I'd love to hear the technical or strategic reasons behind this. Thanks!
Yes, I also wonder why GLM-5 shares the core technology DSA with and having a comparable size with DeepSeek-V3.2 (744B-A40B vs 671B-A37B) but is several times the price of the latter, it might be purely commercial considerations. (as you can notice that almost all providers on OpenRouter match their price to the official's)
I suspect there might ( not sure) be 2 reason for this :
1)Chinese computation is much cheaper (due to abundance of energy and subsidy)....even though amarican chips are better .... , So American servers (like openrouter) easily gets undercut in front of Chinese computation ...
2) Data War: using point-(1) as leverage .....Chinese Companies are aggressively selling their own API/Openclaw services (even at a loss) [...that's one of the reasons that some Chinese models are getting proprietary(like glm-turbo series)].......so if you don't want to pay premium ...grab their CODING-plan🤓.

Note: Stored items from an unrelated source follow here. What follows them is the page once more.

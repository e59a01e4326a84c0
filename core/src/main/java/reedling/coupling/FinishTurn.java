// SPDX-License-Identifier: Apache-2.0
package reedling.coupling;

import reedling.math.Lanes;
import reedling.math.Tile;

/** Second and third round of the turn of all tiles in columns 0-15, in place. */
final class FinishTurn implements RowStage {

    @Override
    public void run(RowRange rows) {
        if (Lanes.VECTORISED) { // the plain versions turn whole tiles at once
            double[] columns = rows.block().columns();
            int tiles = rows.block().rows() / Lanes.TILE;
            for (int t = 0; t < 2 * tiles; t++) {
                Tile.finishTurn(columns, BeginTurn.tileAt(t, tiles), BeginTurn.STRIDE);
            }
        }
    }
}
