// SPDX-License-Identifier: Apache-2.0
package reedling.coupling;

import static reedling.contact.ContactBlock.at;

import reedling.math.Lanes;
import reedling.math.Tile;

/** First round of the turn of all tiles in columns 0-15, in place. */
final class BeginTurn implements RowStage {

    /** Doubles from one column to the next. */
    static final int STRIDE = at(1) - at(0);

    private static final int LINE = 8;

    /** Index of tile t of a block: first the tiles of columns 0-7, then those of columns 8-15. */
    static int tileAt(int t, int tiles) {
        return t < tiles ? at(0) + Lanes.TILE * t : at(LINE) + Lanes.TILE * (t - tiles);
    }

    @Override
    public void run(RowRange rows) {
        if (Lanes.VECTORISED) { // the plain version does all rounds at once in FinishTurn
            double[] columns = rows.block().columns();
            int tiles = rows.block().rows() / Lanes.TILE;
            for (int t = 0; t < 2 * tiles; t++) {
                Tile.beginTurn(columns, tileAt(t, tiles), STRIDE);
            }
        }
    }
}
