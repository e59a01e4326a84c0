// SPDX-License-Identifier: Apache-2.0
package reedling.coupling;

import java.io.IOException;
import java.util.ArrayList;
import java.util.Arrays;
import java.util.List;
import reedling.checkpoint.Persistent;
import reedling.checkpoint.SectionReader;
import reedling.checkpoint.SectionWriter;
import reedling.contact.ContactBlock;
import reedling.contact.ContactKind;
import reedling.contact.LawSet;
import reedling.material.MaterialTable;
import reedling.math.Tile;
import reedling.neighbour.Chunk;
import reedling.neighbour.HistoryCarry;
import reedling.neighbour.NeighbourLists;
import reedling.neighbour.PairSegment;
import reedling.parallel.WorkerTeam;
import reedling.particle.GrainRow;
import reedling.particle.GrainStore;
import reedling.wall.WallPose;

/**
 * Contacts of grains with rigid walls: one row for each grain and each facet near it, listed at every search and looked
 * at in every step. Sums the force and torque on each wall, by chunk and then in chunk order.
 *
 * <p>Threads: each chunk's rows and sums belong to its task.
 */
public final class WallContacts implements Persistent {

    /** Doubles a wall: force 3, torque about the pivot 3. */
    static final int LOAD = 6;

    private static final int FACET_LIMIT = 1 << 20; // facets a grain can name

    private final GrainStore grains;
    private final LawSet laws;
    private final MaterialTable materials;
    private final WallFacets facets;
    private final HistoryCarry carry;
    private final List<StageLine> lawLines = new ArrayList<>();
    private final List<PairSegment[]> segments = new ArrayList<>();
    private final List<double[][]> radii = new ArrayList<>();
    private final List<double[]> loads = new ArrayList<>();
    private final double[] total;
    private double[] reach;
    private int chunks;

    WallContacts(GrainStore grains, LawSet laws, MaterialTable materials, WallFacets facets) {
        this.grains = grains;
        if (facets.count() >= FACET_LIMIT) {
            throw new IllegalArgumentException(facets.count() + " wall facets are more than " + FACET_LIMIT);
        }
        this.laws = laws;
        this.materials = materials;
        this.facets = facets;
        carry = new HistoryCarry(laws.signedColumns(), false);
        for (int pair = 0; pair < materials.pairs().size(); pair++) {
            lawLines.add(StageLine.ofLaws(laws.bound(ContactKind.GRAIN_WALL, pair)));
        }
        total = new double[LOAD * facets.walls().size()];
        reach = new double[materials.pairs().size()];
    }

    /** Segments of one chunk, one for each material pair. */
    PairSegment[] segments(int chunk) {
        return segments.get(chunk);
    }

    void copyOut(WorkerTeam team) {
        carry.copyOut(segments.subList(0, chunks), team);
    }

    /** Sets how far the laws reach for grains up to a radius, m; before a search and after a restored state. */
    void reach(double largestRadius) {
        double widest = largestRadius; // largest effective radius; that of a sphere in a bore is larger than its own
        if (laws.reach(ContactKind.GRAIN_WALL, 1) > 0) {
            for (int facet = 0; facet < facets.count(); facet++) {
                widest = Math.max(widest, facets.effectiveRadius(facet, largestRadius));
            }
        }
        reach = laws.reaches(ContactKind.GRAIN_WALL, widest);
        segments.forEach(this::setReach);
    }

    private void setReach(PairSegment[] own) {
        for (int pair = 0; pair < own.length; pair++) {
            own[pair].reach(reach[pair]);
        }
    }

    /** Lists all near facets anew after the grains were sorted. */
    void list(NeighbourLists lists, GrainStore grains, double margin, WorkerTeam team) {
        carry.rename(lists.newRow(), grains.count());
        layOut(lists.chunks().size());
        team.run((task, worker) -> list(lists.chunks().get(task), grains, margin), chunks);
    }

    /** Makes empty segments for so many chunks. */
    void layOut(int count) {
        chunks = count;
        while (segments.size() < count) {
            PairSegment[] made = new PairSegment[materials.pairs().size()];
            Arrays.setAll(made, k -> new PairSegment(laws.historyColumns(), false));
            setReach(made);
            segments.add(made);
            double[][] cached = new double[made.length][];
            Arrays.fill(cached, new double[0]);
            radii.add(cached);
            loads.add(new double[total.length]);
        }
    }

    private void list(Chunk chunk, GrainStore grains, double margin) {
        PairSegment[] own = segments.get(chunk.number());
        double[][] effective = radii.get(chunk.number());
        for (PairSegment segment : own) {
            segment.clear();
        }
        double[] normal = new double[3];
        double[] rows = grains.rows();
        for (int g = chunk.from(); g < chunk.to(); g++) {
            int at = GrainRow.at(g);
            double radius = rows[at + GrainRow.RADIUS];
            for (int facet = 0; facet < facets.count(); facet++) {
                double gap = facets.gap(facet, rows[at], rows[at + 1], rows[at + 2], normal) - radius;
                int pair = MaterialTable.pairIndex(
                        grains.material()[g], facets.pose(facet).wall().material());
                if (gap < margin + reach[pair]) {
                    int row = own[pair].activate(g, facet, grains.ghost());
                    effective[pair] = keep(effective[pair], row, facets.effectiveRadius(facet, radius));
                    int carried = carry.find(g, facet);
                    if (carried >= 0) {
                        carry.giveBack(carried, own[pair], row);
                    }
                }
            }
        }
    }

    private static double[] keep(double[] values, int row, double value) {
        double[] wide = row < values.length ? values : Arrays.copyOf(values, Math.max(64, 2 * row));
        wide[row] = value;
        return wide;
    }

    void apply(int chunk, GrainStore grains, StepContext step, Workspace workspace, ContactTally tally) {
        double[] load = loads.get(chunk);
        Arrays.fill(load, 0);
        PairSegment[] own = segments.get(chunk);
        RowRange rows = workspace.rows();
        for (int pair = 0; pair < own.length; pair++) {
            PairSegment segment = own[pair];
            for (int from = 0; from < segment.paddedCount(); from += ContactBlock.CAPACITY) {
                rows.open(segment, from, step, grains, tally);
                gather(rows.block(), segment, from, radii.get(chunk)[pair], grains, workspace.row());
                ApproachScan.scan(
                        rows.block(), laws.bound(ContactKind.GRAIN_WALL, pair).normal(), step.approach(), tally);
                lawLines.get(pair).run(rows);
                scatter(rows.block(), segment, from, grains, load);
            }
        }
    }

    private void gather(
            ContactBlock block, PairSegment segment, int from, double[] effective, GrainStore grains, SurfaceRow row) {
        double[] c = block.columns();
        double[] rows = grains.rows();
        double halfStep = 0.5 * block.step();
        row.reach = block.reach();
        for (int r = 0; r < block.rows(); r++) {
            if (from + r >= segment.activeCount()) {
                SurfaceRow.writeIdle(c, r);
                continue;
            }
            int facet = segment.second()[from + r];
            int at = GrainRow.at(segment.first()[from + r]);
            double gap = facets.gap(facet, rows[at], rows[at + 1], rows[at + 2], row.normal);
            if (gap == Double.POSITIVE_INFINITY) {
                SurfaceRow.writeIdle(c, r); // another facet of the wall stands for this point
                continue;
            }
            WallPose pose = facets.pose(facet);
            row.overlap = rows[at + GrainRow.RADIUS] - gap;
            double lever = rows[at + GrainRow.RADIUS] - 0.5 * row.overlap;
            pose.velocityAt(
                    Math.fma(lever, row.normal[0], rows[at]),
                    Math.fma(lever, row.normal[1], rows[at + 1]),
                    Math.fma(lever, row.normal[2], rows[at + 2]),
                    row.velocity);
            row.spin[0] = pose.spinX();
            row.spin[1] = pose.spinY();
            row.spin[2] = pose.spinZ();
            row.normalRate[0] = row.spin[1] * row.normal[2] - row.spin[2] * row.normal[1];
            row.normalRate[1] = row.spin[2] * row.normal[0] - row.spin[0] * row.normal[2];
            row.normalRate[2] = row.spin[0] * row.normal[1] - row.spin[1] * row.normal[0];
            row.leverSecond = 0;
            row.inverseMass = 0;
            row.inverseMassSliding = 0;
            row.inverseInertia = 0;
            row.effectiveRadius = effective[from + r];
            row.relativeTo(rows, at);
            row.write(c, r, rows, at, halfStep);
        }
    }

    private void scatter(ContactBlock block, PairSegment segment, int from, GrainStore grains, double[] load) {
        double[] c = block.columns();
        double[] rows = grains.rows();
        double[] forces = grains.forces();
        int rowCount = Math.min(block.rows(), segment.activeCount() - from);
        for (int r = 0; r < rowCount; r++) {
            int grain = segment.first()[from + r];
            int onGrain = ForceRows.first(r);
            int onWall = ForceRows.second(r) + GrainRow.FORCE;
            Tile.addRow(c, onGrain, forces, GrainRow.forceAt(grain));
            int facet = segment.second()[from + r];
            WallPose pose = facets.pose(facet);
            int to = LOAD * facets.wallOf(facet);
            int at = GrainRow.at(grain);
            double fx = c[onWall], fy = c[onWall + 1], fz = c[onWall + 2];
            // The force acts where the grain's own torque says: torque of the pair about the pivot is conserved.
            double ax = rows[at] - pose.centreX(),
                    ay = rows[at + 1] - pose.centreY(),
                    az = rows[at + 2] - pose.centreZ();
            load[to] += fx;
            load[to + 1] += fy;
            load[to + 2] += fz;
            load[to + 3] += ay * fz - az * fy - c[onGrain + GrainRow.TORQUE];
            load[to + 4] += az * fx - ax * fz - c[onGrain + GrainRow.TORQUE + 1];
            load[to + 5] += ax * fy - ay * fx - c[onGrain + GrainRow.TORQUE + 2];
        }
    }

    /** Adds the chunks' loads up in chunk order: force (N) and torque about the pivot (N m), six doubles a wall. */
    public double[] sumLoads() {
        Arrays.fill(total, 0);
        for (int chunk = 0; chunk < chunks; chunk++) {
            double[] load = loads.get(chunk);
            for (int k = 0; k < total.length; k++) {
                total[k] += load[k];
            }
        }
        return total;
    }

    /** What {@link #sumLoads} gave last, that is in the last step; not to be changed. */
    public double[] lastLoads() {
        return total;
    }

    @Override
    public String section() {
        return "wall contacts";
    }

    @Override
    public void save(SectionWriter out) throws IOException {
        out.writeInt(chunks);
        for (int chunk = 0; chunk < chunks; chunk++) {
            for (PairSegment segment : segments.get(chunk)) {
                int count = segment.activeCount();
                out.writeInt(count);
                out.writeInts(segment.first(), 0, count);
                out.writeInts(segment.second(), 0, count);
                segment.saveHistory(out);
            }
        }
        for (WallPose pose : facets.walls()) {
            out.writeDouble(pose.timeBefore());
            out.writeDouble(pose.time());
            out.writeDouble(pose.step());
        }
    }

    @Override
    public void restore(SectionReader in) {
        layOut(in.readInt());
        for (int chunk = 0; chunk < chunks; chunk++) {
            for (int pair = 0; pair < segments.get(chunk).length; pair++) {
                restoreSegment(chunk, pair, in);
            }
        }
        for (WallPose pose : facets.walls()) {
            double before = in.readDouble();
            double now = in.readDouble();
            pose.restore(before, now, in.readDouble());
        }
    }

    private void restoreSegment(int chunk, int pair, SectionReader in) {
        PairSegment segment = segments.get(chunk)[pair];
        int count = in.readInt();
        int[] first = new int[count];
        int[] second = new int[count];
        in.readInts(first, 0, count);
        in.readInts(second, 0, count);
        segment.clear();
        double[] kept = radii.get(chunk)[pair];
        for (int k = 0; k < count; k++) {
            int row = segment.activate(first[k], second[k], grains.ghost());
            kept = keep(kept, row, facets.effectiveRadius(second[k], grains.radius(first[k])));
        }
        radii.get(chunk)[pair] = kept;
        segment.restoreHistory(in);
    }
}
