// SPDX-License-Identifier: Apache-2.0
package reedling.coupling;

import static reedling.contact.ContactBlock.at;
import static reedling.contact.ContactBlock.load;
import static reedling.contact.ContactBlock.store;

import jdk.incubator.vector.DoubleVector;
import jdk.incubator.vector.FloatVector;
import jdk.incubator.vector.VectorOperators;
import reedling.contact.Column;
import reedling.contact.ContactBlock;
import reedling.math.Lanes;
import reedling.neighbour.PairSegment;

/**
 * Engine stage after the normal laws: the normal force with its dashpot taken at the end of the step, in closed form
 * for the pair,
 *
 * <pre>v_d = (v - h F_el / (2 m)) / (1 + h c / (2 m)),   F_n = max(F_el + c v_d, min(F_el, 0))</pre>
 *
 * where v is the closing speed at the half step (m/s), h the step (s), c the dashpot (N s/m), 1/m the true inverse mass
 * (1/kg). A contact may not pull unless its elastic force does, or unless the normal law lets its dashpot pull: then F_n
 * = F_el + c v_d until the overlap is used up. Books the dashpot's work, 1/2 (old + new force) v h.
 *
 * <p>Source of the clipped end of contact: Schwager and Poeschel, Coefficient of restitution and linear-dashpot model
 * revisited, 2007 (from memory).
 */
final class NormalSolve implements RowStage {

    /** Overlap over effective radius at which a run is stopped: far outside what contact laws can mean. */
    static final double DEEPEST = 0.5;

    private static final int HISTORY_RADIUS = 0;

    private final double
            least; // N, under which the dashpot may not take the force: 0, or minus infinity where it may pull

    NormalSolve(boolean dashpotMayPull) {
        least = dashpotMayPull ? Double.NEGATIVE_INFINITY : 0;
    }

    @Override
    public void run(RowRange rows) {
        ContactBlock block = rows.block();
        ContactTally tally = rows.tally();
        if (Lanes.VECTORISED) {
            vector(block, rows.ledger(), rows.ledgerAt(), tally, least);
        } else {
            scalar(block, rows.ledger(), rows.ledgerAt(), tally, least);
        }
        if (!(block.shortestDuration() == Double.POSITIVE_INFINITY)) {
            tally.duration(block.shortestDuration());
        }
    }

    private static void vector(
            ContactBlock block, float[] ledger, int ledgerAt, ContactTally tally, double leastForce) {
        double[] c = block.columns();
        double[] history = block.history();
        double halfStep = 0.5 * block.step();
        DoubleVector one = DoubleVector.broadcast(Lanes.SPECIES, 1.0);
        DoubleVector least = DoubleVector.broadcast(Lanes.SPECIES, leastForce);
        DoubleVector half = DoubleVector.broadcast(Lanes.SPECIES, halfStep);
        DoubleVector deepest = DoubleVector.broadcast(Lanes.SPECIES, -DEEPEST);
        DoubleVector work = DoubleVector.fromArray(Lanes.SPECIES, tally.sums(), ContactTally.NORMAL);
        DoubleVector excess = DoubleVector.broadcast(Lanes.SPECIES, Double.NEGATIVE_INFINITY);
        DoubleVector touched = DoubleVector.zero(Lanes.SPECIES);
        for (int r = 0; r < block.rows(); r += Lanes.TILE) {
            DoubleVector touch = load(c, Column.TOUCH, r);
            touched = touched.max(touch);
            DoubleVector elastic = load(c, Column.ELASTIC_FORCE, r);
            DoubleVector damping = load(c, Column.DAMPING, r);
            DoubleVector closing = load(c, Column.CLOSING, r);
            DoubleVector halfOverMass = half.mul(load(c, Column.INVERSE_MASS, r));

            DoubleVector speed = halfOverMass.neg().fma(elastic, closing).div(halfOverMass.fma(damping, one));
            // in this order a force that is not a number stays one, and the guard sees it
            DoubleVector total = Lanes.larger(Lanes.smaller(elastic, least), damping.fma(speed, elastic))
                    .mul(touch);
            DoubleVector dashpot = total.sub(elastic.mul(touch));
            store(total, c, Column.NORMAL_FORCE, r);

            int l = ledgerAt + PairSegment.LEDGER_COLUMNS * r;
            DoubleVector old = (DoubleVector) FloatVector.fromArray(FloatVector.SPECIES_256, ledger, l)
                    .convertShape(VectorOperators.F2D, Lanes.SPECIES, 0);
            work = old.add(dashpot).mul(half).fma(closing, work);
            ((FloatVector) dashpot.convertShape(VectorOperators.D2F, FloatVector.SPECIES_256, 0)).intoArray(ledger, l);

            int at = block.historyAt(r, HISTORY_RADIUS);
            DoubleVector radius = load(c, Column.CONTACT_RADIUS, r);
            store(DoubleVector.fromArray(Lanes.SPECIES, history, at).div(radius), c, Column.RADIUS_RATIO, r);
            radius.mul(touch).intoArray(history, at);
            excess = Lanes.larger(load(c, Column.EFFECTIVE_RADIUS, r).fma(deepest, load(c, Column.OVERLAP, r)), excess);
        }
        work.intoArray(tally.sums(), ContactTally.NORMAL);
        tally.excess(excess.reduceLanes(VectorOperators.MAX));
        tally.touch(touched.reduceLanes(VectorOperators.MAX) > 0);
    }

    private static void scalar(
            ContactBlock block, float[] ledger, int ledgerAt, ContactTally tally, double leastForce) {
        double[] c = block.columns();
        double[] history = block.history();
        double half = 0.5 * block.step();
        double[] sums = tally.sums();
        double excess = Double.NEGATIVE_INFINITY;
        boolean touched = false;
        for (int r = 0; r < block.rows(); r++) {
            int lane = r & Lanes.TILE - 1;
            int tile = r - lane;
            double touch = c[at(Column.TOUCH) + r];
            touched |= touch > 0;
            double elastic = c[at(Column.ELASTIC_FORCE) + r];
            double damping = c[at(Column.DAMPING) + r];
            double closing = c[at(Column.CLOSING) + r];
            double halfOverMass = half * c[at(Column.INVERSE_MASS) + r];

            double speed = Math.fma(-halfOverMass, elastic, closing) / Math.fma(halfOverMass, damping, 1.0);
            double pull = elastic < leastForce ? elastic : leastForce;
            double raw = Math.fma(damping, speed, elastic);
            double total = (pull > raw ? pull : raw) * touch;
            double dashpot = total - elastic * touch;
            c[at(Column.NORMAL_FORCE) + r] = total;

            int l = ledgerAt + PairSegment.LEDGER_COLUMNS * tile + lane;
            sums[ContactTally.NORMAL + lane] =
                    Math.fma((ledger[l] + dashpot) * half, closing, sums[ContactTally.NORMAL + lane]);
            ledger[l] = (float) dashpot;

            int at = block.historyAtRow(r, HISTORY_RADIUS);
            double radius = c[at(Column.CONTACT_RADIUS) + r];
            c[at(Column.RADIUS_RATIO) + r] = history[at] / radius;
            history[at] = radius * touch;
            double over = Math.fma(c[at(Column.EFFECTIVE_RADIUS) + r], -DEEPEST, c[at(Column.OVERLAP) + r]);
            excess = over > excess ? over : excess;
        }
        tally.excess(excess);
        tally.touch(touched);
    }
}
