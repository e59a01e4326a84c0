// SPDX-License-Identifier: Apache-2.0
package reedling.coupling;

import static reedling.contact.ContactBlock.at;
import static reedling.contact.ContactBlock.load;
import static reedling.contact.ContactBlock.store;

import jdk.incubator.vector.DoubleVector;
import reedling.contact.Column;
import reedling.contact.ContactBlock;
import reedling.math.Lanes;
import reedling.math.Tile;

/**
 * Gather stage: ends the turn of centre difference and sum of radii; normal, overlap and touch of grain-grain rows. What
 * only the gather's later stages want waits in columns that the laws will fill: inverse distance, inverse sum of radii,
 * sum of radii and the shortening of both levers, s = d / (r_i + r_j).
 */
final class PairDistance implements RowStage {

    static final int INVERSE_DISTANCE = Column.ELASTIC_FORCE;
    static final int INVERSE_RADII = Column.DAMPING;
    static final int RADII = Column.EFFECTIVE_RADIUS;
    static final int SHORTENING = Column.CONTACT_RADIUS;

    private static final int QUAD = Column.NORMAL;

    @Override
    public void run(RowRange rows) {
        ContactBlock block = rows.block();
        if (Lanes.VECTORISED) {
            vector(block.columns(), block.rows(), -block.reach());
        } else {
            scalar(block.columns(), block.rows(), -block.reach());
        }
    }

    private static void vector(double[] c, int rows, double farthest) {
        DoubleVector zero = DoubleVector.zero(Lanes.SPECIES);
        DoubleVector edge = DoubleVector.broadcast(Lanes.SPECIES, farthest);
        DoubleVector one = DoubleVector.broadcast(Lanes.SPECIES, 1.0);
        for (int r = 0; r < rows; r += Lanes.TILE) {
            DoubleVector a = load(c, QUAD, r), b = load(c, QUAD + 1, r);
            DoubleVector d = load(c, QUAD + 2, r), e = load(c, QUAD + 3, r);
            DoubleVector ad = Tile.swap2(a, d), be = Tile.swap2(b, e);
            DoubleVector a2 = Tile.take2(a, ad), b2 = Tile.take2(b, be);
            DoubleVector d2 = Tile.take2(ad, d), e2 = Tile.take2(be, e);
            DoubleVector ab = Tile.swap1(a2, b2), de = Tile.swap1(d2, e2);
            DoubleVector dx = Tile.take1(a2, ab), dy = Tile.take1(ab, b2), dz = Tile.take1(d2, de);
            DoubleVector radii = Tile.take1(de, e2);

            DoubleVector distance = dx.fma(dx, dy.fma(dy, dz.mul(dz))).sqrt();
            DoubleVector inverse = one.div(distance);
            DoubleVector overlap = radii.sub(distance);
            store(dx.mul(inverse), c, Column.NORMAL, r);
            store(dy.mul(inverse), c, Column.NORMAL + 1, r);
            store(dz.mul(inverse), c, Column.NORMAL + 2, r);
            store(overlap, c, Column.OVERLAP, r);
            store(zero.blend(one, edge.lt(overlap)), c, Column.TOUCH, r);
            store(inverse, c, INVERSE_DISTANCE, r);
            DoubleVector inverseRadii = one.div(radii); // not from the distance: R* of a contact keeps its bits
            store(inverseRadii, c, INVERSE_RADII, r);
            store(distance.mul(inverseRadii), c, SHORTENING, r);
            store(radii, c, RADII, r);
        }
    }

    private static void scalar(double[] c, int rows, double farthest) {
        for (int r = 0; r < rows; r++) {
            double dx = c[at(Column.NORMAL) + r], dy = c[at(Column.NORMAL + 1) + r], dz = c[at(Column.NORMAL + 2) + r];
            double radii = c[at(Column.OVERLAP) + r];

            double distance = Math.sqrt(Math.fma(dx, dx, Math.fma(dy, dy, dz * dz)));
            double inverse = 1.0 / distance;
            double overlap = radii - distance;
            c[at(Column.NORMAL) + r] = dx * inverse;
            c[at(Column.NORMAL + 1) + r] = dy * inverse;
            c[at(Column.NORMAL + 2) + r] = dz * inverse;
            c[at(Column.OVERLAP) + r] = overlap;
            c[at(Column.TOUCH) + r] = farthest < overlap ? 1.0 : 0.0;
            c[at(INVERSE_DISTANCE) + r] = inverse;
            double inverseRadii = 1.0 / radii;
            c[at(INVERSE_RADII) + r] = inverseRadii;
            c[at(SHORTENING) + r] = distance * inverseRadii;
            c[at(RADII) + r] = radii;
        }
    }
}
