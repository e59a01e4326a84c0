// SPDX-License-Identifier: Apache-2.0
package reedling.coupling;

import static reedling.contact.ContactBlock.at;

import reedling.contact.ContactBlock;
import reedling.contact.ContactKind;
import reedling.contact.LawSet;
import reedling.math.Lanes;
import reedling.math.Tile;
import reedling.neighbour.Chunk;
import reedling.neighbour.PairSegment;
import reedling.particle.GrainRow;
import reedling.particle.GrainStore;

/**
 * Forces of all active grain-grain pairs of a chunk: block after block is gathered, handed to the laws and scattered. A
 * second grain of another chunk gets its force row in the segment's exports, for its own chunk to add.
 */
final class PairForces {

    private static final int STRIDE = at(1) - at(0);
    private static final int SECOND = 8; // column where the second body's force rows start

    private final LawSet laws;

    PairForces(LawSet laws) {
        this.laws = laws;
    }

    void apply(Chunk chunk, GrainStore grains, StepContext step, ContactBlock block, ContactTally tally) {
        PairSegment[] segments = chunk.segments();
        for (int s = 0; s < segments.length; s++) {
            PairSegment segment = segments[s];
            LawSet.Bound bound = laws.bound(ContactKind.GRAIN_GRAIN, s / 2);
            int padded = segment.paddedCount();
            for (int from = 0; from < padded; from += ContactBlock.CAPACITY) {
                int rows = Math.min(ContactBlock.CAPACITY, padded - from);
                block.open(rows, step.pastStep(), segment.history(), segment.historyAt(from), segment.historyColumns(),
                        step.energyDue());
                PairGather.gather(block, grains.rows(), segment, from);
                StageRunner.approach(block, bound.normal(), step.approach(), tally);
                StageRunner.run(block, bound, segment.ledgerHistory(), PairSegment.ledgerAt(from), tally);
                scatter(block, segment, from, grains.forces());
            }
        }
    }

    private static void scatter(ContactBlock block, PairSegment segment, int from, double[] forces) {
        double[] c = block.columns();
        int[] first = segment.first();
        int[] second = segment.second();
        int base = GrainRow.PAD;
        for (int r = 0; r < block.rows(); r += Lanes.TILE) {
            int row = from + r;
            if (Lanes.VECTORISED) {
                Tile.addToRows(c, at(0) + r, STRIDE, forces, base, first, row);
                if (segment.cross()) {
                    Tile.storeRows(c, at(SECOND) + r, STRIDE, segment.exports(), PairSegment.PAD + 8 * row);
                } else {
                    Tile.addToRows(c, at(SECOND) + r, STRIDE, forces, base, second, row);
                }
            } else {
                Tile.addToRowsScalar(c, at(0) + r, STRIDE, forces, base, first, row);
                if (segment.cross()) {
                    Tile.storeRowsScalar(c, at(SECOND) + r, STRIDE, segment.exports(), PairSegment.PAD + 8 * row);
                } else {
                    Tile.addToRowsScalar(c, at(SECOND) + r, STRIDE, forces, base, second, row);
                }
            }
        }
    }
}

What puzzles me most is that since GLM-5 and GLM-5.1 share the same architecture and parameter size, the inference cost (hardware requirement) should be identical.
This assumption is not correct which might be where the confusion comes in. Here is a short explanation from ChatGPT:
Since GLM-5 and GLM-5.1 appear to be very similar MoE models with roughly the same active parameter count, their baseline per-token compute and minimum weight-memory requirements should be broadly similar. But their real inference cost is not guaranteed to be identical, because serving cost also depends on exact parameter count, routing behavior, attention implementation, context/output lengths, quantization, batching, cache behavior, inference framework, and any “thinking”/agentic usage patterns.